> [Instructions for the task]
Only one stretch of the data is wanted: the line containing "import org.cruxset.search.SearchContext;", the line containing "import picocli.CommandLine.Model.CommandSpec;", and every line between them, copied exactly.

> [Input for this task]
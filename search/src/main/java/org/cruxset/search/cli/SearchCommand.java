package org.cruxset.search.cli;

import java.io.PrintWriter;
import java.nio.file.Path;
import java.time.Instant;
import java.time.LocalDateTime;
import java.time.LocalTime;
import java.time.ZoneId;
import java.time.format.DateTimeParseException;
import java.util.ArrayList;
import java.util.List;
import java.util.Locale;
import java.util.concurrent.Callable;
import org.cruxset.scoring.cohort.Atlas;
import org.cruxset.scoring.cohort.Cohort;
import org.cruxset.scoring.decoder.Decoder;
import org.cruxset.scoring.eval.ScoringSession;
import org.cruxset.scoring.eval.SetScore;
import org.cruxset.scoring.lesion.LesionSpec;
import org.cruxset.scoring.lesion.RegionSet;
import org.cruxset.search.Front;
import org.cruxset.search.Hypervolume;
import org.cruxset.search.SearchContext;
import org.cruxset.search.SearchRun;
import org.cruxset.search.Strategy;
import org.cruxset.search.rank.CriticalPrefix;
import org.cruxset.search.rank.Ranking;
import org.cruxset.search.rank.RankingFile;
import org.cruxset.search.strategy.ExhaustiveStrategy;
import org.cruxset.search.strategy.GrowStrategy;
import org.cruxset.search.strategy.PruneStrategy;
import org.cruxset.search.strategy.RandomStrategy;
import org.cruxset.search.strategy.RankedStrategy;
import picocli.CommandLine;
import picocli.CommandLine.Command;
import picocli.CommandLine.Mixin;
import picocli.CommandLine.Model.CommandSpec;
import picocli.CommandLine.Option;
import picocli.CommandLine.Spec;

> [Answer to this exercise]
import org.cruxset.search.SearchContext;
import org.cruxset.search.SearchRun;
import org.cruxset.search.Strategy;
import org.cruxset.search.rank.CriticalPrefix;
import org.cruxset.search.rank.Ranking;
import org.cruxset.search.rank.RankingFile;
import org.cruxset.search.strategy.ExhaustiveStrategy;
import org.cruxset.search.strategy.GrowStrategy;
import org.cruxset.search.strategy.PruneStrategy;
import org.cruxset.search.strategy.RandomStrategy;
import org.cruxset.search.strategy.RankedStrategy;
import picocli.CommandLine;
import picocli.CommandLine.Command;
import picocli.CommandLine.Mixin;
import picocli.CommandLine.Model.CommandSpec;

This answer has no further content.